A 2-0 thrashing worthy of ending any reign

Date published: Monday 27th June 2016 7:58

Italy Spain Football365

If ever a moment encapsulated the near absurdity of Italy’s stunning 2-0 victory over Spain on Monday, it came towards the end of the first half. Antonio Conte’s side had dominated proceedings in Paris, continuing to defy the odds at a tournament they entered as an afterthought. As if to take the game beyond reality into fantasy, Daniele De Rossi – midfield enforcer, tough tackler, consummate leader – nutmegged Andres Iniesta. The Stade de France, as it had been throughout, was stunned.

In that one moment, De Rossi had embarrassed his adversary. For the other 90, Italy out-thought, out-fought and thoroughly out-classed the reigning champions in a war of ideologies.

Football rivalries are an inherently simple thing to cultivate at club level. Geography, history and familiarity combine to create life-long enemies, ones that often cross the borders of family and friendship. At international level, it is rather more difficult, but the lack of regular battles ensure that such games are simply more memorable. This last-16 tie was no different.

This was the game once dubbed by a Spanish newspaper as ‘talent versus catenaccio’. It pits a country which celebrates a completed pass against once which elicits joy from a crunching tackle. It is a match which conjures memories of a blood-stained Jose Enrique in 1994, of Cesc Fabregas helping overcome Spain’s bête noire with a decisive penalty in 2008, and of Juan Mata celebrating his country’s fourth goal in a 2012 final dismantling, joining the rest of the viewing public in complete disbelief.

Historically however, one side always has the upper hand. Spain went over 80 years without beating Italy in a major international tournament from 1934 to 2008; Italy had won only one of their last 11 games against their age-old rival. On Monday, they re-assumed dominance over their former tormentors.

“We’re going to win because we’ve got more balls and bigger balls than the Italians,” Cesc Fabregas told Spanish newspaper AS before the last-16 clash. The comedy, as always, was in the timing. Italy were a unit against a team of individuals. They showed purpose and desire in the face of fear and, frankly, nothing.

If Spain and Italy were diametric opposites, their managers were in a complete different galaxy to one another. In one corner, Conte was the animated, aggressive commander, one who – quite literally at one point – kicked every ball with his players. Fans of certain national newspapers will have even taken a particular delight in the 46-year-old’s insistence on standing. His arrival at Chelsea is eagerly awaited.
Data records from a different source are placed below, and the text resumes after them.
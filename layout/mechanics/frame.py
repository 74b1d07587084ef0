"""From a projection's flat frame to the disc: where the points of each projection lie."""

import numpy as np

from layout.mechanics.arrays import FloatArray


def on_disc_mm(
    points_mm: FloatArray,
    radius_mm: FloatArray,
    angle_rad: FloatArray,
    direction: int,
    square_at_mm: float = 0.0,
) -> FloatArray:
    """Disc coordinates of flat-frame points, for many projections at once.

    The frame is square to the radius through its point u = w, v = 0, and its origin, the working edge,
    lies at (r, α). For w = 0 a point (u, v) lies at (r + v) along the radius and u along the tangent in
    the direction of travel: −s times the anticlockwise tangent. Else the frame stands at (R, θ) with
    R² = r² − w² and θ = α − s·asin(w/r), which leaves the origin where it is: a press stands its tool
    square to the slide at the strike point, wherever the working edge is on the tool.

    Args:
        points_mm: Shape (k, 2). u, v.
        radius_mm: Shape (n,). Track radius of each projection.
        angle_rad: Shape (n,). Working-edge angle α of each projection.
        direction: s, +1 for a clockwise disc, −1 for an anticlockwise one.
        square_at_mm: w. Radii within it stand at the centre.

    Returns:
        Shape (n, k, 2). x, y seen from the label side; (0, k, 2) for no projections.
    """
    stands_mm, cos, sin = radius_mm, np.cos(angle_rad), np.sin(angle_rad)
    if square_at_mm:
        stands_mm = np.sqrt(np.maximum(radius_mm**2 - square_at_mm**2, 0.0))
        # By the sine and cosine of asin(w/r) themselves: roots and quotients are the same on every processor.
        turn_cos, turn_sin = stands_mm / radius_mm, direction * square_at_mm / radius_mm
        cos, sin = cos * turn_cos + sin * turn_sin, sin * turn_cos - cos * turn_sin
    cos, sin = cos[:, None], sin[:, None]
    along = stands_mm[:, None] + points_mm[None, :, 1]
    ahead = direction * (points_mm[None, :, 0] - square_at_mm)
    return np.stack([along * cos + ahead * sin, along * sin - ahead * cos], axis=-1)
And then there was Vicente Del Bosque. The man who led Spain into an unrivalled period of supremacy has helped carry them out of it. The 65-year-old was silent, unmoved and shell-shocked by the ease at which his side had been nullified and dismantled. It seemed at times that Conte was playing a computer game, controlling each of his players to carry out a game plan to perfection. Del Bosque’s controller simply kept disconnecting.

The opening goal captured the mood. Italy were organised, then sharp, alert and hungry to the rebound from Eder’s free-kick, with Giorgio Chiellini bundling the ball home. Spain, on the other hand, were caught off guard. They were disorganised and lackadaisical. It would become a general theme throughout, and Italy constantly threatened to capitalise. Save for a 10-minute spell in the ascendancy, Spain were the recipients of a 2-0 thrashing.

“The great safe breakers” was the phrase used by the BBC’s commentary team to describe Spain in the first half. Against the impeccable Chiellini, the wonderful Gianluigi Buffon, Andrea Barzagli and Leonardo Bonucci, the imperious De Rossi and the powerful Graziano Pelle, they could not crack the code.

They once mastered the world and the continent with an unrivalled passing game, but, after being embarrassed in Brazil two years ago, the reign of Spain has finally been brought to a painful and conclusive end. Italy’s was a different form of superiority to the one their bitter rival had built their kingdom upon, but an equally effective one.